- _WHAT TO WORK ON_
Each line of the data below that includes the string "roundVisibleTo" must be copied.

== Segment start ==

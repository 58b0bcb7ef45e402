import 'server-only';
import { sql } from 'drizzle-orm';
import { db } from '../client';
import { recordAudit } from './audit';
import type { Viewer } from './viewer';

export const BIN_DAYS = 30;
export const BIN_KINDS = ['wearer', 'pattern', 'journal', 'round', 'photo'] as const;
export type BinKind = (typeof BIN_KINDS)[number];

export interface BinnedDto extends Record<string, unknown> {
  kind: BinKind;
  id: string;
  /** A name, or the view of a photo. */
  name: string;
  /** Where it belongs: the journal of a round, journal and round of a photo; empty else. */
  place: string;
  deletedAt: string;
}

/** Everything of the viewer's own that lies in the bin, last put away first. */
export async function listBin(viewer: Viewer): Promise<BinnedDto[]> {
  const mine = sql`${viewer.userId}::uuid`;
  const rows = await db().execute<BinnedDto>(sql`
    select binned.kind, binned.id, binned.name, binned.place, binned.at as "deletedAt" from (
      select 'wearer' as kind, id, name, '' as place, deleted_at as at from wearers where owner_id = ${mine} and deleted_at is not null
      union all select 'pattern', id, name, '', deleted_at from patterns where owner_id = ${mine} and deleted_at is not null
      union all select 'journal', id, name, '', deleted_at from journals where owner_id = ${mine} and deleted_at is not null
      union all select 'round', r.id, 'Round ' || r.number, j.name, r.deleted_at
        from rounds r join journals j on j.id = r.journal_id where j.owner_id = ${mine} and r.deleted_at is not null
      union all select 'photo', p.id, p.view, j.name || ', round ' || r.number, p.deleted_at
        from photos p join rounds r on r.id = p.round_id join journals j on j.id = r.journal_id
        where j.owner_id = ${mine} and p.deleted_at is not null
    ) binned order by binned.at desc limit 200`);
  return [...rows];
}

const TABLES = { wearer: 'wearers', pattern: 'patterns', journal: 'journals', round: 'rounds', photo: 'photos' } as const; // prettier-ignore

const ownedRows = (kind: BinKind, viewer: Viewer) => {
  const mine = sql`${viewer.userId}::uuid`;
  if (kind === 'round') return sql`t.journal_id in (select id from journals where owner_id = ${mine})`;
  if (kind === 'photo')
    return sql`t.round_id in (select r.id from rounds r join journals j on j.id = r.journal_id where j.owner_id = ${mine})`;
  return sql`t.owner_id = ${mine}`;
};

/** Brings one thing of the viewer's own back as it was. False when there is no such thing in the bin. */
export async function restoreFromBin(viewer: Viewer, kind: BinKind, id: string): Promise<boolean> {
  return db().transaction(async (tx) => {
    const back = await tx.execute(sql`
      update ${sql.identifier(TABLES[kind])} t set deleted_at = null, version = t.version + 1
      where t.id = ${id} and t.deleted_at is not null and ${ownedRows(kind, viewer)} returning t.id`);
    if (back.length === 0) return false;
    await recordAudit(tx, { actorId: viewer.userId, verb: 'restore', objectKind: kind, objectId: id });
    return true;
  });
}
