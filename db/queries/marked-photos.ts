import 'server-only';
import { and, asc, inArray, sql } from 'drizzle-orm';
import { db } from '../client';
import { photos } from '../schema/photos';
import { rounds } from '../schema/rounds';
import type { Viewer } from './viewer';
import { photoIsKept, roundIds, roundVisibleTo } from './visible-to';

export interface MarkOnPhoto {
  id: string;
  kind: 'tight' | 'slack' | 'gap' | 'pooling' | 'tilt' | 'pin';
  severity: number;
  side: 'left' | 'right' | 'both';
  points: { x: number; y: number }[];
  note: string;
}

const marksOf = sql<MarkOnPhoto[]>`(
  select coalesce(json_agg(json_build_object('id', m.id, 'kind', m.kind, 'severity', m.severity, 'side', m.side, 'points', m.points, 'note', m.note) order by m.id), '[]')
  from marks m where m.photo_id = photos.id)`;

const landmarksOf = sql<{ landmark: string; x: number; y: number }[]>`(
  select coalesce(json_agg(json_build_object('landmark', l.landmark, 'x', l.x, 'y', l.y) order by l.landmark), '[]')
  from photo_landmarks l where l.photo_id = photos.id)`;

/** The photos of some rounds with everybody's marks on them and where the figure lies, for looking at. Rounds that the viewer may not see give none. */
export function listMarkedPhotos(viewer: Viewer, ids: string[]) {
  return db()
    .select({
      id: photos.id,
      roundId: photos.roundId,
      view: photos.view,
      isMirrored: photos.isMirrored,
      revision: photos.revision,
      widthPx: photos.widthPx,
      heightPx: photos.heightPx,
      marks: marksOf,
      landmarks: landmarksOf,
    })
    .from(photos)
    .where(
      and(
        inArray(photos.roundId, ids),
        inArray(photos.roundId, roundIds(and(roundVisibleTo(viewer), inArray(rounds.id, ids)))),
        photoIsKept,
      ),
    )
    .orderBy(asc(photos.id))
    .limit(120);
}
export type MarkedPhotoDto = Awaited<ReturnType<typeof listMarkedPhotos>>[number];
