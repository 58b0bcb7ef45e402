import 'server-only';
import { and, eq, inArray, type SQL } from 'drizzle-orm';
import { bodyOf } from '@/diagnosis/case-from-rounds';
import { knowledgeOf } from '@/diagnosis/garments/registry';
import { isPastStop } from '@/diagnosis/planning/caps';
import { db } from '../client';
import { changes } from '../schema/changes';
import { journals } from '../schema/journals';
import { patternVersions } from '../schema/pattern-versions';
import { patterns } from '../schema/patterns';
import { rounds } from '../schema/rounds';
import { wearers } from '../schema/wearers';
import { latestBody } from './latest-body';
import type { Viewer } from './viewer';
import { roundIds, roundOwnedBy } from './visible-to';

/** Used where no hip was measured: the body that the tables are written for, mm. */
const REFERENCE_HIP_MM = 1000;

async function bodyWhere(condition: SQL | undefined) {
  const [row] = await db()
    .select({ body: latestBody, garment: patterns.garment })
    .from(rounds)
    .innerJoin(journals, eq(journals.id, rounds.journalId))
    .innerJoin(wearers, eq(wearers.id, journals.wearerId))
    .innerJoin(patternVersions, eq(patternVersions.id, journals.patternVersionId))
    .innerJoin(patterns, eq(patterns.id, patternVersions.patternId))
    .where(condition);
  return row ?? null;
}

/** Whether a planned amount passes the stop mark of one round on the body of the viewer's own round. */
export async function passesStop(
  viewer: Viewer,
  roundId: string,
  correctionId: string,
  plannedMm: number,
): Promise<boolean> {
  const row = await bodyWhere(
    and(eq(rounds.id, roundId), inArray(rounds.id, roundIds(roundOwnedBy(viewer)))),
  );
  const correction = row && knowledgeOf(row.garment).corrections.find(({ id }) => id === correctionId);
  if (!correction) return false;
  return isPastStop(correction, { hipMm: REFERENCE_HIP_MM, ...bodyOf(row.body) }, plannedMm);
}

/** What a change of the viewer's holds now, to judge an edit of it by. */
export async function findPlanned(viewer: Viewer, changeId: string) {
  const owned = inArray(changes.roundId, roundIds(roundOwnedBy(viewer)));
  const [row] = await db()
    .select({
      roundId: changes.roundId,
      correction: changes.correction,
      plannedMm: changes.plannedMm,
      reason: changes.reason,
    })
    .from(changes)
    .where(and(eq(changes.id, changeId), owned));
  return row ?? null;
}
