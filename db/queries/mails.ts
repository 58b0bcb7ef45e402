import 'server-only';
import { and, eq, isNull, sql } from 'drizzle-orm';
import { db } from '../client';
import { mails } from '../schema/mails';

const COLUMNS = {
  messageId: mails.messageId,
  toEmail: mails.toEmail,
  subject: mails.subject,
  textBody: mails.textBody,
  htmlBody: mails.htmlBody,
};

/** For the worker: a letter that has not been handed over yet. */
export async function findUnsentMail(id: string) {
  const [mail] = await db()
    .select(COLUMNS)
    .from(mails)
    .where(and(eq(mails.id, id), isNull(mails.sentAt)));
  return mail ?? null;
}

/** Handed over: its links have done their work, so what it said is not kept. */
export async function markMailSent(id: string): Promise<void> {
  await db()
    .update(mails)
    .set({ sentAt: sql`now()`, textBody: '', htmlBody: '' })
    .where(eq(mails.id, id));
}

== Segment end ==

- _RESPONSE_
import { photoIsKept, roundIds, roundVisibleTo } from './visible-to';
        inArray(photos.roundId, roundIds(and(roundVisibleTo(viewer), inArray(rounds.id, ids)))),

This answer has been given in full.